La résistance aux QoI, détectée pour la première fois en France en 2008 dans le vignoble d’Armagnac, avait progressé en 2009 mais était restée cantonnée à cette zone viticole. En 2010, la situation s’est détériorée puisque des populations contenant des souches résistantes ont été découvertes dans sept autres régions viticoles.
Cependant, la résistance n’est pas généralisée. Sur les 54 parcelles échantillonnées, seules 12 populations (22 %) contiennent des souches résistantes (présentant la mutation G143A) ; cependant, dans 1 cas sur 2, la fréquence de cette mutation est supérieure à 50 %.
Le suivi de la résistance aux IDM a été réalisé sur 54 échantillons provenant de 10 régions. Les résultats de 2010 confirment ceux de 2009 ; ils montrent que 30 à 40 % des populations analysées contiennent des souches résistantes aux IDM (mutation Y136F).

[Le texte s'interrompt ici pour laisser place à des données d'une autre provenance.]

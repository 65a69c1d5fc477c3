"""Braced walls: the names other modules import, from the stages that hold them (method notes §4).

The layouts and capacities are `bracing.stages.brace_set`, the loads and brace forces
`bracing.stages.brace_loads`, the checks and records `bracing.stages.braced`.
"""

from bracing.stages.arrays import rows_of, take  # noqa: F401
from bracing.stages.brace_loads import (  # noqa: F401
    BraceForces,
    BraceLoads,
    _case_loads,
    brace_forces,
    brace_loads,
)
from bracing.stages.brace_set import BraceSet, brace_set, gather_braces  # noqa: F401
from bracing.stages.braced import (  # noqa: F401
    CHECKS,
    SERVICEABILITY,
    Standing,
    braced_checks,
    braced_records,
    sill_uplift,
    sources,
    standing_of,
    strength_checks,
)
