def _masonry(args) -> dict:
    """Masonry fields: reinforced and grouted with --bar, else unreinforced by its units."""
    fm = _read(args, "fm", "stress", low=500.0, high=6000.0)
    age = _read(args, "mortar_age", "age", above=False, high=36500.0)
    cure = DEFAULT_RULES["masonry_cure_days"].value
    cured = age is None or age >= cure
    if args.bar is not None:
        return {"material": "reinforced_masonry", "fm": fm, "grouting": "grouted",
                "cured": cured}
    return {"material": "masonry", "fm": fm, "grouting": args.grouting,
            "tension": stability.FLEXURAL_TENSION_PSI[(args.grouting, args.mortar)],
            "cured": cured}


def _steel(args, thickness: float, masonry: bool) -> dict:
    """Bars per ft and their depth d from the backfill face (the cantilever's tension face)."""
    if args.bar is None:
        return {}
    area, diameter = BARS[args.bar]
    spacing = _needed(args, "bar_spacing", "thickness", "with --bar", high=120.0)
    cover = _read(args, "cover", "thickness", above=False, high=thickness)
    if cover is None and not masonry:
        raise FlagError("--cover: needed with --bar for a concrete wall")
    depth = thickness / 2.0 if cover is None else thickness - cover - diameter / 2.0
    if depth <= 0.0:
        raise FlagError(f"--cover: leaves no depth to the bar in a {thickness:g} in wall")
    return {"steel": backfill.steel_per_foot(area, spacing), "depth": depth,
            "fy": _read(args, "fy", "stress", low=20000.0, high=100000.0)}


def wall_from_flags(args) -> backfill.Wall:
    """The wall, its section and its footing from the flags."""
    height = _read(args, "height", "length", high=40.0)
    t = _read(args, "thickness", "thickness", high=48.0)
    masonry = args.material == "masonry"
    if args.material == "reinforced" and args.bar is None:
        raise FlagError("--bar: needed for a reinforced concrete wall")
    if args.material == "plain" and args.bar is not None:
        raise FlagError("--bar: a plain concrete wall has no bars (use --material reinforced)")
    fields: dict = _masonry(args) if masonry else {
        "material": args.material,
        "fc": _needed(args, "fc", "stress", "for a concrete wall (f'c on the day)", low=500.0,
                      high=20000.0)}
    fields.update(_steel(args, t, masonry))
    face = _read(args, "face_weight", "pressure", high=500.0)
    if face is None:
        face = (units.parse(DEFAULT_FACE_WEIGHT["masonry"], "pressure") if masonry
                else backfill.CONCRETE_PCF * t / 12.0)
    return backfill.Wall(height=height, thickness=t, face_weight=face,
                         **fields, **_footing(args, t))


def _footing(args, thickness: float) -> dict:
    width = _read(args, "footing_width", "length", low=thickness / 12.0, high=40.0)
    if width is None:
        return {}
    toe = _read(args, "footing_toe", "length", above=False, high=width - thickness / 12.0)
    return {"footing_width": width, "toe": toe,
            "footing_thickness": _read(args, "footing_thickness", "length", high=10.0),
            "friction": anchors.FRICTION_IBC_1806_2[args.footing_soil]}


def brace_from_flags(args, wall_height: float) -> backfill.InsideBrace | None:
    """The inside braces, or None without --brace-height."""
    height = _read(args, "brace_height", "length", high=wall_height)
    if height is None:
        others = ("brace_spacing", "brace_capacity", "anchor_tension", "anchor_shear")
        given = [f for f in others if getattr(args, f) is not None]
        if given:
            raise FlagError(f"--{given[0].replace('_', '-')}: needs --brace-height")
        return None
    tension = _read(args, "anchor_tension", "force")
    shear = _read(args, "anchor_shear", "force")
    if (tension is None) != (shear is None):
        raise FlagError("--anchor-tension, --anchor-shear: give both ratings or neither")
    return backfill.InsideBrace(
        height=height,
        spacing=_needed(args, "brace_spacing", "length", "with --brace-height", high=100.0),
        angle=_read(args, "brace_angle", "angle", high=89.0),
        capacity=_needed(args, "brace_capacity", "force", "with --brace-height (the brace's "
                         "allowable load)"),
        anchor_tension=tension, anchor_shear=shear)


def evaluate(args) -> dict:
    """Read the flags, work every check, and return the record (`bracing backfill --json`)."""
    wall = wall_from_flags(args)
    height = _needed(args, "backfill_height", "length", "", above=False, high=math.inf)
    if height > wall.height:
        raise FlagError(f"--backfill-height: {height:g} ft is above the {wall.height:g} ft wall")
    soil = soil_from_flags(args, height)
    brace = brace_from_flags(args, wall.height)
    shear, moment = soil.at(height)
    cantilever = backfill.cantilever_checks(wall, soil, height, args.basis)
    braced = backfill.braced_checks(wall, soil, height, brace) if brace else []
    reaction = float(backfill.brace_reaction(moment, brace.height)) if brace else None
    verdict_checks = braced or cantilever
    flags = _flags(args, wall)
    fails = backfill.governing(verdict_checks) > 1.0 or any(
        f.severity == "danger" for f in flags)
    return {
        "caution": CAUTION, "basis": args.basis,
        "wall": {"height_ft": wall.height, "thickness_in": wall.thickness,
                 "material": wall.material, "face_weight_psf": wall.face_weight},
        "backfill": {"height_ft": height, "equivalent_fluid_pressure_pcf": soil.efp,
                     "pressure_state": args.pressure_state, "pressure_source": soil.source,
                     "coefficient": float(backfill.pressure_coefficient(soil.efp,
                                                                        soil.unit_weight)),
                     "soil_unit_weight_pcf": soil.unit_weight, "surcharge_psf": soil.surcharge,
                     "water_level_ft": soil.water},
        "base_shear_plf": float(shear), "base_moment_lb_ft_per_ft": float(moment),
        "max_backfill_height_ft": float(backfill.max_height(wall, soil, args.basis)),
        "cantilever_utilization": backfill.governing(cantilever),
        "cantilever_checks": [c.as_dict() for c in cantilever],
        "inside_brace": None if brace is None else {
            "height_ft": brace.height, "spacing_ft": brace.spacing, "angle_deg": brace.angle,
            "reaction_plf": reaction,
            # as checked: the braces' larger reaction, base pinned or fixed (method notes §12)
            "force_lb": next(float(c.demand) for c in braced if c.element == "inside brace"),
            "utilization": backfill.governing(braced),
            "max_backfill_height_ft": backfill.braced_max_height(wall, soil, brace),
            "checks": [c.as_dict() for c in braced]},
        "utilization": backfill.governing(verdict_checks),
        "passes": not fails,
        "flags": [f.as_dict() for f in flags],
    }


def _flags(args, wall: backfill.Wall) -> list[Flag]:
    """What the user must see beside the checks."""
    flags = []
    if args.water_level is None and not args.drained:
        flags.append(Flag("backfill-drainage-not-stated", "warning",
                          "no water level and no working drains stated: checked dry; give "
                          "--water-level or --drained", "method notes §12"))
    masonry = wall.material in ("masonry", "reinforced_masonry")
    if masonry and not wall.cured:
        flags.append(Flag("backfill-fresh-masonry", "danger",
                          "mortar not yet cured: the wall takes no backfill", "method notes §12"))
    if masonry and args.mortar_age is None:
        flags.append(Flag("backfill-mortar-age-not-given", "warning",
                          "mortar age not given: taken as cured", "method notes §12"))
    if wall.footing_width is None:
        flags.append(Flag("backfill-footing-not-given", "warning",
                          "no footing given: overturning and sliding not checked",
                          "method notes §12"))
    return flags


def dumps(record: dict) -> str:
    """The record as one JSON object (infinite utilizations as null)."""
    def plain(value):
        if isinstance(value, np.generic):
            value = value.item()
        if isinstance(value, float) and not math.isfinite(value):
            return None
        if isinstance(value, dict):
            return {k: plain(v) for k, v in value.items()}
        if isinstance(value, list):
            return [plain(v) for v in value]
        return value
    return json.dumps(plain(record), indent=2, ensure_ascii=False)


def text(record: dict) -> str:
    """The record for a reader: verdict, heights, then every check, caution first and last."""
    w, b = record["wall"], record["backfill"]
    lines = [CAUTION, "",
             f"wall {w['height_ft']:g} ft tall x {w['thickness_in']:g} in, "
             f"{w['material'].replace('_', ' ')}; backfill {b['height_ft']:g} ft at "
             f"{b['equivalent_fluid_pressure_pcf']:g} psf/ft ({b['pressure_source']})",
             f"  {'PASSES' if record['passes'] else 'FAILS'}: utilization "
             f"{_num(record['utilization'])} ({record['basis']})",
             f"  maximum backfill before the floor (no inside braces): "
             f"{record['max_backfill_height_ft']:.2f} ft",
             f"  at the base, unfactored: V {record['base_shear_plf']:,.0f} lb/ft, "
             f"M {record['base_moment_lb_ft_per_ft']:,.0f} lb·ft/ft"]
    brace = record["inside_brace"]
    if brace:
        lines.append(f"  inside braces at {brace['height_ft']:g} ft, every "
                     f"{brace['spacing_ft']:g} ft, {brace['angle_deg']:g} deg: reaction "
                     f"{brace['reaction_plf']:,.0f} lb/ft, brace force "
                     f"{brace['force_lb']:,.0f} lb; with them, backfill up to "
                     f"{brace['max_backfill_height_ft']:.2f} ft")
    lines += [f"  {f['severity'].upper()}: {f['message']} [{f['source']}]"
              for f in record["flags"]]
    lines.append("  as a cantilever from its footing" + (
        " (not the verdict: inside braces are given)" if brace else "") + ":")
    lines += [_check_line(c) for c in record["cantilever_checks"]]
    if brace:
        lines.append("  with the inside braces, the wall pinned at its base (the verdict):")
        lines += [_check_line(c) for c in brace["checks"]]
    return "\n".join(lines + ["", CAUTION])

mildiou-OÏDIUM : la prophylaxie, des mesures préventives indispensables
Les conditions de réussite de la lutte chimique vis-à-vis de ces deux maladies sont d’autant plus favorables que sa mise en œuvre est accompagnée de mesures prophylactiques qui viennent limiter le développement des champignons. Citons :
– maîtriser la vigueur des souches (choix du porte-greffe, fertilisation adaptée, enherbement…) ;
– éviter la formation de mouillères en réalisant un drainage du sol (mildiou) ;
– éliminer tous les rejets (pampres à la base des souches, plantules issues de la germination de pépins…) qui favorisent l’installation des foyers primaires de mildiou et participent au démarrage précoce de l’épidémie,
– aérer la zone de grappes (palissage, effeuillage…) ;
– réaliser des rognages réguliers pour éliminer la jeune végétation très sensible au mildiou.
En outre, tous ces travaux en vert, en permettant une meilleure pénétration de la pulvérisation, améliorent l’efficacité de la protection.